== MATERIAL SUPPLIED ==
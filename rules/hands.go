package rules

import (
	"fmt"
	"slices"
	"strings"

	"dextral/core/convention"
)

// FrameName is the frame whose axes a triad states, by its key: body_axes and
// body.axes speak of body; "" if the key names none.
func (v *Value) FrameName() string {
	name := strings.ToLower(leaf(v.Key))
	for _, end := range []string{"axes", "frame", "convention", "triad"} {
		name = strings.TrimRight(strings.TrimSuffix(name, end), "_-")
	}
	if name == "" {
		return strings.ToLower(leaf(parent(v.Key)))
	}
	return name
}

// Hand is the handedness of a triad; unstated for other forms and for axes that lie
// in a plane.
func (v *Value) Hand() convention.Hand {
	m, ok := v.rotationPart()
	switch {
	case v.Form != convention.Triad || !ok || m.Det() == 0:
		return convention.HandUnstated
	case m.Det() > 0:
		return convention.RightHanded
	}
	return convention.LeftHanded
}

// CheckRigHands reports frames of a rig whose axes one file states right-handed and
// another left-handed.
func CheckRigHands(values []*Value) []*Finding {
	return slices.DeleteFunc(twoHands(values, true), func(f *Finding) bool { return f.Place.Path == f.Related[0].Place.Path })
}

// twoHands reports frames of one file, or of one rig, whose axes are stated twice with
// different handedness.
func twoHands(values []*Value, rig bool) []*Finding {
	first := map[string]*Value{}
	var found []*Finding
	sorted := slices.Clone(values)
	slices.SortFunc(sorted, func(a, b *Value) int { return a.Place.Compare(b.Place) })
	for _, v := range sorted {
		if v.Hand() == convention.HandUnstated || !v.Decided() || v.FrameName() == "" {
			continue
		}
		key := v.FrameName()
		if !rig {
			key = v.Place.Path + "\x00" + key
		}
		other := first[key]
		if other == nil {
			first[key] = v
			continue
		}
		if v.Hand() == other.Hand() {
			continue
		}
		m, _ := v.rotationPart()
		n, _ := other.rotationPart()
		claim, _ := v.FormClaim()
		f := finding(FrameOfTwoHands, v, claim, "%s and %s state the axes of one frame, %s; one triad is right-handed, the other left-handed, so that some direction is off by 180 deg", other.name(), v.name(), v.FrameName())
		f.Claim = "one frame with " + other.Key
		f.Related = []Related{{other.Place, fmt.Sprintf("%s: x . (y cross z) = %.3g", other.name(), n.Det())}}
		f.Evidence = []Evidence{{What: "x . (y cross z)", Stated: Plain(n.Det()), Computed: Plain(m.Det()), Residual: Plain(m.Det() - n.Det())}}
		f.Remedy = "reverse one axis of one of the two, or give the frames two names"
		found = append(found, f)
	}
	return found
}
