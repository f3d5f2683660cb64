package tree

import (
	"bytes"
	"slices"
	"sort"
	"strings"

	"dextral/analyzers/source"
)

// OnLines returns the comments that begin on the lines of a span and stand
// beside something: a comment that has its line to itself is not among them.
func (d *Document) OnLines(s source.Span) []Comment {
	first, last := d.File.Line(s.From), d.File.Line(max(s.From, s.To-1))
	from, to := d.File.LineSpan(first).From, d.File.LineSpan(last).To
	var beside []Comment
	for i := d.commentAt(from); i < len(d.Comments) && d.Comments[i].Span.From < to; i++ {
		if !d.alone(d.Comments[i]) {
			beside = append(beside, d.Comments[i])
		}
	}
	return beside
}

// maxAbove is the most lines of comment above a key that can speak of it; what
// stands further up speaks of more.
const maxAbove = 20

// Above returns the comments that have the lines directly above a line to
// themselves, from the top, up to the first line that is anything else.
func (d *Document) Above(line int) []Comment {
	end := d.commentAt(d.File.LineSpan(line).From)
	begin := end
	for begin > 0 && end-begin < maxAbove && d.File.Line(d.Comments[begin-1].Span.From) == line-1 && d.alone(d.Comments[begin-1]) {
		begin--
		line--
	}
	return d.Comments[begin:end]
}

// commentAt is the index of the first comment at or after an offset.
func (d *Document) commentAt(offset int) int {
	return sort.Search(len(d.Comments), func(i int) bool { return d.Comments[i].Span.From >= offset })
}

// alone reports whether only white space stands before a comment on its line.
func (d *Document) alone(c Comment) bool {
	line := d.File.LineSpan(d.File.Line(c.Span.From))
	return len(bytes.TrimSpace(d.File.Text[line.From:max(line.From, c.Span.From)])) == 0
}

// HashComments finds the comments of a file that begin with # and end with their
// line: from an offset on, outside the given texts, behind one of the bytes
// before (any byte if before is empty) or at the head of the file.
func HashComments(f *source.File, from int, texts []source.Span, before string) []Comment {
	slices.SortFunc(texts, func(a, b source.Span) int { return a.From - b.From })
	var found []Comment
	for at := from; at < len(f.Text); {
		hash := bytes.IndexByte(f.Text[at:], '#')
		if hash < 0 {
			break
		}
		at += hash
		for len(texts) > 0 && texts[0].To <= at {
			texts = texts[1:]
		}
		switch {
		case len(texts) > 0 && texts[0].From <= at:
			at = texts[0].To
		case at > from && before != "" && strings.IndexByte(before, f.Text[at-1]) < 0:
			at++
		default:
			span := source.Span{From: at, To: lineEnd(f.Text, at)}
			found = append(found, Comment{Span: span, Text: strings.TrimSpace(strings.TrimLeft(f.Slice(span), "# \t"))})
			at = span.To
		}
	}
	return found
}

// lineEnd is the offset of the LF or CRLF that ends a line, or of the end of the
// text.
func lineEnd(text []byte, at int) int {
	end := len(text)
	if i := bytes.IndexByte(text[at:], '\n'); i >= 0 {
		end = at + i
	}
	if end > at && text[end-1] == '\r' {
		end--
	}
	return end
}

== EXERCISE PROMPT ==
Every line in the data above that contains the word "reports" should be copied.

== OUTPUT OF THE EXERCISE ==
// CheckRigHands reports frames of a rig whose axes one file states right-handed and
// twoHands reports frames of one file, or of one rig, whose axes are stated twice with
// alone reports whether only white space stands before a comment on its line.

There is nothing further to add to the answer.